*** Available data ***
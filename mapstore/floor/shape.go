package floor

import (
	"math"

	"example.com/wideberth/mapstore/geom"
)

// NewPolygon is a filled polygon, its outer ring first, then its holes, grown by a
// survey tolerance. The slices are kept, not copied.
func NewPolygon(chains [][]geom.Point, toleranceUm int64) Shape {
	return Shape{Kind: Polygon, Chains: chains, Grow: float64(toleranceUm)}
}

// NewPolyline is an open chain of points with a full thickness and round ends,
// grown by a survey tolerance. Half of an odd width is not a whole micrometre;
// it is exact all the same.
func NewPolyline(points []geom.Point, widthUm, toleranceUm int64) Shape {
	return Shape{Kind: Polyline, Chains: [][]geom.Point{points}, Grow: float64(widthUm)/2 + float64(toleranceUm)}
}

// NewDisc is a disc grown by a survey tolerance.
func NewDisc(center geom.Point, radiusUm, toleranceUm int64) Shape {
	return Shape{Kind: Disc, Chains: [][]geom.Point{{center}}, Grow: float64(radiusUm + toleranceUm)}
}

// CoreBounds is the smallest rectangle that holds the core, before growing.
func (s Shape) CoreBounds() geom.Rect {
	r := geom.EmptyRect()
	for _, c := range s.Chains {
		r = r.Union(geom.BoundsOf(c...))
	}
	return r
}

// Bounds is the smallest rectangle that holds the shape.
func (s Shape) Bounds() geom.Rect { return s.CoreBounds().Grow(s.Grow) }

// Vertices is how many points the core has.
func (s Shape) Vertices() int {
	n := 0
	for _, c := range s.Chains {
		n += len(c)
	}
	return n
}

// Edges yields the segments of the core; a disc's is its middle, twice.
func (s Shape) Edges(yield func(a, b geom.Point) bool) {
	for _, c := range s.Chains {
		switch {
		case len(c) == 0:
			continue
		case len(c) == 1 || s.Kind == Polygon:
			a := c[len(c)-1]
			for _, b := range c {
				if !yield(a, b) {
					return
				}
				a = b
			}
		default:
			for i := 1; i < len(c); i++ {
				if !yield(c[i-1], c[i]) {
					return
				}
			}
		}
	}
}

// coreContains says whether p lies in the core, its border included. Only polygons
// have an inside: for the other kinds it is false.
func (s Shape) coreContains(p geom.Point) bool {
	return s.Kind == Polygon && geom.InPolygon(s.Chains, p)
}

// Dist is the distance from p to the shape, 0 inside and on the outline, and the
// point of the outline nearest to p, or p itself when the distance is 0. Time is
// linear in the vertices. It is as exact as geom.SegmentDist, less the rounding of one
// subtraction.
func (s Shape) Dist(p geom.Point) (float64, geom.Point) {
	if s.coreContains(p) {
		return 0, p
	}
	best, at := math.Inf(1), p
	for a, b := range s.Edges {
		if d, n := geom.SegmentDist(p, a, b); d < best {
			best, at = d, n
		}
	}
	if best <= s.Grow {
		return 0, p
	}
	return best - s.Grow, towards(at, p, s.Grow, best)
}

// towards is the point at a distance step from a on the way to b, which is dist away.
func towards(a, b geom.Point, step, dist float64) geom.Point {
	dx, dy := b.X-a.X, b.Y-a.Y
	switch {
	case step == 0:
		return a
	case dx == 0:
		return geom.Point{X: a.X, Y: a.Y + math.Copysign(step, dy)}
	case dy == 0:
		return geom.Point{X: a.X + math.Copysign(step, dx), Y: a.Y}
	}
	t := step / dist
	return geom.Point{X: a.X + float64(t*dx), Y: a.Y + float64(t*dy)}
}

// SegmentDist is the smallest distance from a point of the segment ab to the
// shape, and that point of ab. It is 0 when the segment meets the shape.
func (s Shape) SegmentDist(a, b geom.Point) (float64, geom.Point) {
	if s.coreContains(a) {
		return 0, a
	}
	best, at := math.Inf(1), a
	for c, d := range s.Edges {
		if v, on, _ := geom.SegmentSegmentDist(a, b, c, d); v < best {
			best, at = v, on
		}
	}
	return max(0, best-s.Grow), at
}

// DistAtLeast says, exactly, whether p is at least um from the shape: the test for
// "clearance >= required, equality admitted". um must be a whole number.
func (s Shape) DistAtLeast(p geom.Point, um float64) bool {
	if um <= 0 {
		return true
	}
	if s.coreContains(p) {
		return false
	}
	for a, b := range s.Edges {
		if !geom.SegmentDistAtLeast(p, a, b, s.Grow+um) {
			return false
		}
	}
	return true
}

// SegmentDistAtLeast says, exactly, whether every point of the segment ab is at
// least um from the shape. um must be a whole number.
func (s Shape) SegmentDistAtLeast(a, b geom.Point, um float64) bool {
	if um <= 0 {
		return true
	}
	if s.coreContains(a) {
		return false
	}
	for c, d := range s.Edges {
		if !geom.SegmentSegmentDistAtLeast(a, b, c, d, s.Grow+um) {
			return false
		}
	}
	return true
}

// RectDist is the distance between the shape and the closed rectangle r, 0 when
// they share a point, +Inf when r is empty.
func (s Shape) RectDist(r geom.Rect) float64 {
	if r.IsEmpty() {
		return math.Inf(1)
	}
	if s.coreContains(r.Min) {
		return 0
	}
	best := math.Inf(1)
	for a, b := range s.Edges {
		best = min(best, geom.RectSegmentDist(r, a, b))
	}
	return max(0, best-s.Grow)
}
*** End of Available data ***
Directions for this task: Copy the entries above exactly, leaving none out.

Result for this exercise:
filename mapstore/floor/shape.go
package floor

import (
	"math"

	"example.com/wideberth/mapstore/geom"
)

// NewPolygon is a filled polygon, its outer ring first, then its holes, grown by a
// survey tolerance. The slices are kept, not copied.
func NewPolygon(chains [][]geom.Point, toleranceUm int64) Shape {
	return Shape{Kind: Polygon, Chains: chains, Grow: float64(toleranceUm)}
}

// NewPolyline is an open chain of points with a full thickness and round ends,
// grown by a survey tolerance. Half of an odd width is not a whole micrometre;
// it is exact all the same.
func NewPolyline(points []geom.Point, widthUm, toleranceUm int64) Shape {
	return Shape{Kind: Polyline, Chains: [][]geom.Point{points}, Grow: float64(widthUm)/2 + float64(toleranceUm)}
}

// NewDisc is a disc grown by a survey tolerance.
func NewDisc(center geom.Point, radiusUm, toleranceUm int64) Shape {
	return Shape{Kind: Disc, Chains: [][]geom.Point{{center}}, Grow: float64(radiusUm + toleranceUm)}
}

// CoreBounds is the smallest rectangle that holds the core, before growing.
func (s Shape) CoreBounds() geom.Rect {
	r := geom.EmptyRect()
	for _, c := range s.Chains {
		r = r.Union(geom.BoundsOf(c...))
	}
	return r
}

// Bounds is the smallest rectangle that holds the shape.
func (s Shape) Bounds() geom.Rect { return s.CoreBounds().Grow(s.Grow) }

// Vertices is how many points the core has.
func (s Shape) Vertices() int {
	n := 0
	for _, c := range s.Chains {
		n += len(c)
	}
	return n
}

// Edges yields the segments of the core; a disc's is its middle, twice.
func (s Shape) Edges(yield func(a, b geom.Point) bool) {
	for _, c := range s.Chains {
		switch {
		case len(c) == 0:
			continue
		case len(c) == 1 || s.Kind == Polygon:
			a := c[len(c)-1]
			for _, b := range c {
				if !yield(a, b) {
					return
				}
				a = b
			}
		default:
			for i := 1; i < len(c); i++ {
				if !yield(c[i-1], c[i]) {
					return
				}
			}
		}
	}
}

// coreContains says whether p lies in the core, its border included. Only polygons
// have an inside: for the other kinds it is false.
func (s Shape) coreContains(p geom.Point) bool {
	return s.Kind == Polygon && geom.InPolygon(s.Chains, p)
}

// Dist is the distance from p to the shape, 0 inside and on the outline, and the
// point of the outline nearest to p, or p itself when the distance is 0. Time is
// linear in the vertices. It is as exact as geom.SegmentDist, less the rounding of one
// subtraction.
func (s Shape) Dist(p geom.Point) (float64, geom.Point) {
	if s.coreContains(p) {
		return 0, p
	}
	best, at := math.Inf(1), p
	for a, b := range s.Edges {
		if d, n := geom.SegmentDist(p, a, b); d < best {
			best, at = d, n
		}
	}
	if best <= s.Grow {
		return 0, p
	}
	return best - s.Grow, towards(at, p, s.Grow, best)
}

// towards is the point at a distance step from a on the way to b, which is dist away.
func towards(a, b geom.Point, step, dist float64) geom.Point {
	dx, dy := b.X-a.X, b.Y-a.Y
	switch {
	case step == 0:
		return a
	case dx == 0:
		return geom.Point{X: a.X, Y: a.Y + math.Copysign(step, dy)}
	case dy == 0:
		return geom.Point{X: a.X + math.Copysign(step, dx), Y: a.Y}
	}
	t := step / dist
	return geom.Point{X: a.X + float64(t*dx), Y: a.Y + float64(t*dy)}
}

// SegmentDist is the smallest distance from a point of the segment ab to the
// shape, and that point of ab. It is 0 when the segment meets the shape.
func (s Shape) SegmentDist(a, b geom.Point) (float64, geom.Point) {
	if s.coreContains(a) {
		return 0, a
	}
	best, at := math.Inf(1), a
	for c, d := range s.Edges {
		if v, on, _ := geom.SegmentSegmentDist(a, b, c, d); v < best {
			best, at = v, on
		}
	}
	return max(0, best-s.Grow), at
}

// DistAtLeast says, exactly, whether p is at least um from the shape: the test for
// "clearance >= required, equality admitted". um must be a whole number.
func (s Shape) DistAtLeast(p geom.Point, um float64) bool {
	if um <= 0 {
		return true
	}
	if s.coreContains(p) {
		return false
	}
	for a, b := range s.Edges {
		if !geom.SegmentDistAtLeast(p, a, b, s.Grow+um) {
			return false
		}
	}
	return true
}

// SegmentDistAtLeast says, exactly, whether every point of the segment ab is at
// least um from the shape. um must be a whole number.
func (s Shape) SegmentDistAtLeast(a, b geom.Point, um float64) bool {
	if um <= 0 {
		return true
	}
	if s.coreContains(a) {
		return false
	}
	for c, d := range s.Edges {
		if !geom.SegmentSegmentDistAtLeast(a, b, c, d, s.Grow+um) {
			return false
		}
	}
	return true
}

// RectDist is the distance between the shape and the closed rectangle r, 0 when
// they share a point, +Inf when r is empty.
func (s Shape) RectDist(r geom.Rect) float64 {
	if r.IsEmpty() {
		return math.Inf(1)
	}
	if s.coreContains(r.Min) {
		return 0
	}
	best := math.Inf(1)
	for a, b := range s.Edges {
		best = min(best, geom.RectSegmentDist(r, a, b))
	}
	return max(0, best-s.Grow)
}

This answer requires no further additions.